Alaska is widely considered to be nothing more than frozen wilderness to many living in the continental US, but the state is home to a thriving local economy, incredibly beautiful scenery, and one of the most unique and breathtaking landscapes on earth. While working as a travelling nurse, you may see postings or receive offers to work in Anchorage, AK.
The Local Community and Economy in Anchorage
No, Alaska is not just barren, frozen wilderness. Anchorage is home to nearly 300,000 people. The estimated median household income for 2017 was more than $79,000, and the estimated per capita income was just under $38,000.
One of the most pressing questions people expecting to visit Alaska are likely to have is, “just how cold is it in Alaska?” Winter weather can indeed feel punishing with low temperatures dipping below zero frequently between November and March, but the coldest day of the year in Anchorage is typically between 13 degrees and 23 degrees, which isn’t much colder than the lowest lows in the states of the continental US. High temperatures throughout the year in Anchorage reach their peak in mid July, with an average high of 68 degrees and an average low of 55 degrees.

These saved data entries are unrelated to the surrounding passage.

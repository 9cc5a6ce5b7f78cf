"""The measurement listing: every measurement's search row, kept beside a SQLite registry.

A motif search ends by listing the measurements of the compounds it matched; for a common
motif that is tens of thousands of rows. Reading them through SQL and writing them as CSV
costs about 0.4 s per 100,000 rows here, so the listing keeps them ready in ``<db>.listing``
(:mod:`.cachefile`), memory-mapped: measurement ids (ascending), their compound ids, a
retracted flag, the sort keys (ΔG‡, its temperature, and the rank of the compound label,
solvent and method in case-insensitive order) and each measurement's CSV line
(:data:`.result.CSV_COLUMNS`). A search picks its rows with numpy; a ``find --csv`` writes the
picked lines as they are; a search that needs the rows as values reads just those by id.

The file records the state it was built from: the ``listing`` change counter (every update or
delete of a measurement, compound or process row, plain SQL included), the measurement
table's row count and largest id, and a digest of the open error findings (each line carries
the ``flagged`` column, which a check or an acceptance can change without touching a
measurement row). Any difference rebuilds it (about a second per 100,000 measurements, once
after a write). Server registries have no listing: their rows are read through SQL on every
search.
"""

from __future__ import annotations

from dataclasses import dataclass, field
from pathlib import Path
from typing import Any

import numpy as np

from registry.record.fields import LISTING_SELECT
from registry.search import cachefile
from registry.search.result import CSV_COLUMNS, ROW_COLUMNS, csv_lines
from registry.storage.connection import Connection
from registry.storage.database import Database

MAGIC = b"FLXLIST1"
FORMAT_VERSION = 3  # 2: valid for a change-counter state; 3: lines carry ``flagged``
SUFFIX = ".listing"
COUNTERS = ("listing",)
TABLES = ("measurement",)
#: text sort keys: column → rank array name in the file
TEXT_KEYS = ("compound", "solvent", "method")
#: numeric sort keys
NUMBER_KEYS = ("dg_kj_mol", "dg_t_k")


@dataclass
class Listing:
    """Every measurement of the registry, in measurement-id order (see the module docstring)."""

    ids: np.ndarray  # int64, ascending
    compound_ids: np.ndarray  # int64
    retracted: np.ndarray  # bool
    numbers: dict[str, np.ndarray]  # NUMBER_KEYS → float64, NaN where missing
    ranks: dict[str, np.ndarray]  # TEXT_KEYS → int32 rank (missing values rank last)
    line_offsets: np.ndarray  # int64, len n + 1 (byte offsets into line_blob)
    line_blob: np.ndarray  # uint8: the CSV lines, UTF-8
    notes: list[str] = field(default_factory=list)
    _keep: Any = None  # the mmap the arrays view

    def __len__(self) -> int:
        return int(self.ids.shape[0])

    def take_notes(self) -> list[str]:
        notes, self.notes = self.notes, []
        return notes

    def pick(
        self, compound_ids: np.ndarray, allowed_ids: np.ndarray | None, include_retracted: bool
    ) -> np.ndarray:
        """Positions (ascending, i.e. in measurement-id order) of the measurements on these
        compounds (sorted ids) that are allowed: by ``allowed_ids`` (sorted measurement ids
        passing the filters) when given, else by not being retracted."""
        if len(self) == 0 or compound_ids.size == 0:
            return np.empty(0, dtype=np.int64)
        keep = _member(self.compound_ids, compound_ids)
        if allowed_ids is not None:
            keep &= _member(self.ids, allowed_ids)
        elif not include_retracted:
            keep &= ~self.retracted
        return np.flatnonzero(keep)

    def order(self, positions: np.ndarray, column: str, descending: bool) -> np.ndarray:
        """``positions`` sorted by a sort key; ties keep measurement-id order and rows without
        the value go last (as :func:`.result.sort_rows` sorts tuples)."""
        if column in self.numbers:
            values = self.numbers[column][positions]
            present = ~np.isnan(values)
            chosen = values[present]
            key = -chosen if descending else chosen
            ordered = positions[present][np.argsort(key, kind="stable")]
            return np.concatenate([ordered, positions[~present]])
        if column in self.ranks:
            ranks = self.ranks[column][positions]
            if descending:  # pragma: no cover - no descending text key is offered
                raise ValueError(f"no descending order on {column}")
            return positions[np.argsort(ranks, kind="stable")]
        return positions  # a key the listing lacks: every row 'missing', id order

    def lines(self, positions: np.ndarray) -> bytes:
        """The CSV lines of these positions, concatenated in this order."""
        if positions.size == 0:
            return b""
        # runs of consecutive positions are one slice each (a motif hit list in id order is
        # mostly runs); slices of a memoryview copy nothing until the join
        breaks = np.flatnonzero(np.diff(positions) != 1) + 1
        firsts = positions[np.concatenate([[0], breaks])]
        lasts = positions[np.concatenate([breaks - 1, [positions.size - 1]])]
        starts = self.line_offsets[firsts].tolist()
        ends = self.line_offsets[lasts + 1].tolist()
        view = memoryview(self.line_blob)
        return b"".join([view[a:b] for a, b in zip(starts, ends, strict=True)])

    def table(self, positions: np.ndarray, conn: Connection) -> list[tuple[Any, ...]]:
        """The row tuples of these positions, in this order, read by measurement id."""
        if positions.size == 0:
            return []
        return rows_by_id(conn, self.ids[positions].tolist())


def _member(values: np.ndarray, sorted_set: np.ndarray) -> np.ndarray:
    """``values ∈ sorted_set`` elementwise (np.isin would pull in extra numpy modules)."""
    if sorted_set.size == 0:
        return np.zeros(values.shape, dtype=bool)
    at = np.searchsorted(sorted_set, values)
    at[at >= sorted_set.size] = sorted_set.size - 1
    return sorted_set[at] == values


def rows_by_id(conn: Connection, ids: list[int]) -> list[tuple[Any, ...]]:
    """The row tuples of these measurement ids, in this order."""
    at = ROW_COLUMNS.index("id")
    found = conn.rows_where_in(f"{LISTING_SELECT} WHERE 1 = 1", "m.id", ids)
    by_id = {r[at]: r for r in found}
    return [by_id[i] for i in ids]


def from_rows(rows: list[tuple[Any, ...]]) -> Listing:
    """Build the listing from every measurement's row tuple (id order)."""
    at = {name: i for i, name in enumerate(ROW_COLUMNS)}
    n = len(rows)
    columns: list[tuple[Any, ...]] = list(zip(*rows, strict=True)) if rows else []

    def column(name: str) -> tuple[Any, ...]:
        return columns[at[name]] if columns else ()

    numbers = {k: np.array(column(k), dtype=np.float64).reshape(n) for k in NUMBER_KEYS}
    ranks = {}
    for key in TEXT_KEYS:
        values = column(key)
        order = {v: i for i, v in enumerate(sorted({v.lower() for v in values if v is not None}))}
        missing = len(order)
        ranks[key] = np.fromiter(
            (missing if v is None else order[v.lower()] for v in values), dtype=np.int32, count=n
        )
    picked = [at[c] for c in CSV_COLUMNS]
    lines = csv_lines([tuple(r[i] for i in picked) for r in rows])
    text = "".join(lines)
    blob = text.encode("utf-8")
    if len(blob) == len(text):  # ASCII: character lengths are byte lengths
        lengths = np.fromiter(map(len, lines), dtype=np.int64, count=n)
    else:
        lengths = np.fromiter((len(s.encode("utf-8")) for s in lines), dtype=np.int64, count=n)
    offsets = np.zeros(n + 1, dtype=np.int64)
    np.cumsum(lengths, out=offsets[1:])
    return Listing(
        ids=np.fromiter(column("id"), dtype=np.int64, count=n),
        compound_ids=np.fromiter(column("compound_id"), dtype=np.int64, count=n),
        retracted=np.fromiter((s == "retracted" for s in column("status")), dtype=bool, count=n),
        numbers=numbers,
        ranks=ranks,
        line_offsets=offsets,
        line_blob=np.frombuffer(blob, dtype=np.uint8),
    )


# ---------------------------------------------------------------- the cache file


def save_listing(listing: Listing, path: Path, state: dict) -> None:
    arrays = {
        "ids": listing.ids,
        "compound_ids": listing.compound_ids,
        "retracted": listing.retracted.astype(np.uint8),
        **{f"number_{k}": v for k, v in listing.numbers.items()},
        **{f"rank_{k}": v for k, v in listing.ranks.items()},
        "line_offsets": listing.line_offsets,
        "line_blob": listing.line_blob,
    }
    header = {"format": FORMAT_VERSION, "state": state}
    cachefile.save_arrays(path, MAGIC, header, arrays)


def read_listing(path: Path) -> tuple[Listing, dict] | None:
    """Map a listing file: (the listing, the state it was built for); None when it is missing,
    damaged or of another format."""
    found = cachefile.read_arrays(path, MAGIC, FORMAT_VERSION)
    if found is None:
        return None
    header, arrays, mapped = found
    try:
        n = arrays["ids"].shape[0]
        listing = Listing(
            ids=arrays["ids"],
            compound_ids=arrays["compound_ids"],
            retracted=arrays["retracted"].view(bool),
            numbers={k: arrays[f"number_{k}"] for k in NUMBER_KEYS},
            ranks={k: arrays[f"rank_{k}"] for k in TEXT_KEYS},
            line_offsets=arrays["line_offsets"],
            line_blob=arrays["line_blob"],
            _keep=mapped,
        )
        state = header["state"]
    except KeyError:
        return None
    sizes = [listing.compound_ids, listing.retracted, *listing.numbers.values()]
    sizes += list(listing.ranks.values())
    if any(a.shape != (n,) for a in sizes) or listing.line_offsets.shape != (n + 1,):
        return None
    if n and int(listing.line_offsets[-1]) != listing.line_blob.shape[0]:
        return None
    return listing, state


def listing_state(conn: Connection) -> dict:
    """The registry state a listing is valid for (see the module docstring).

    The open error findings are summed as (count, sum of ids, sum of measurement ids), which
    changes when the set of flagged measurements does. fluxledger moves the ``listing``
    counter then as well (the status follows the findings); the digest also covers
    retracted rows, whose status stays, and findings changed in plain SQL.
    """
    now = cachefile.state_of(conn, COUNTERS, TABLES)
    digest = conn.first(
        "SELECT count(*), coalesce(sum(id), 0), coalesce(sum(measurement_id), 0) "
        "FROM validation_finding WHERE severity = 'error' AND accepted_by IS NULL"
    ) or (0, 0, 0)
    now["open_errors"] = [int(v) for v in digest]
    return now


def load_listing(database: Database, conn: Connection, *, rebuild: bool = False) -> Listing | None:
    """The listing valid for ``conn``'s snapshot (None for server and in-memory registries):
    held in this process, mapped from its file, or rebuilt from this snapshot and written back
    (a file that cannot be written still serves this search; a note says so)."""
    path = cachefile.path_for(database, SUFFIX)
    if path is None or not database.is_sqlite:
        return None
    now = listing_state(conn)
    key = (database.key, "listing")
    if not rebuild:
        listing = cachefile.held(key, now)
        if listing is not None:
            return listing
        found = read_listing(path)
        if found is not None and found[1] == now:
            return cachefile.hold(key, now, found[0])
    listing = from_rows(conn.rows(f"{LISTING_SELECT} ORDER BY m.id"))
    done = cachefile.write_or_note(
        lambda: save_listing(listing, path, now), path, "listing cache", listing.notes
    )
    if done:
        reread = read_listing(path)
        if reread is not None:  # the mapped form: file-backed pages, not private memory
            reread[0].notes = listing.notes
            listing = reread[0]
    return cachefile.hold(key, now, listing)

Snow and Sunlight in Anchorage
Yes, Alaska is very snowy. The snowy season extends from early October through early April, and the most snow falls around mid-December. Most days during this period will experience up to two inches of snow. Commonly called “the Land of the Midnight Sun,” Alaska’s position to the extreme north causes daylight hours to fluctuate dramatically throughout the year, from nearly 20 hours of sunlight during the middle of the summer to less than five hours of sunlight in mid-winter.
Anchorage is an incredibly beautiful place where you can see wild moose, walk on a glacier, and sample fantastic foods all in one day. If you have the opportunity to work in Anchorage during the summer, you won’t have to worry about excessive cold, but it may take some getting used to the long daylight hours.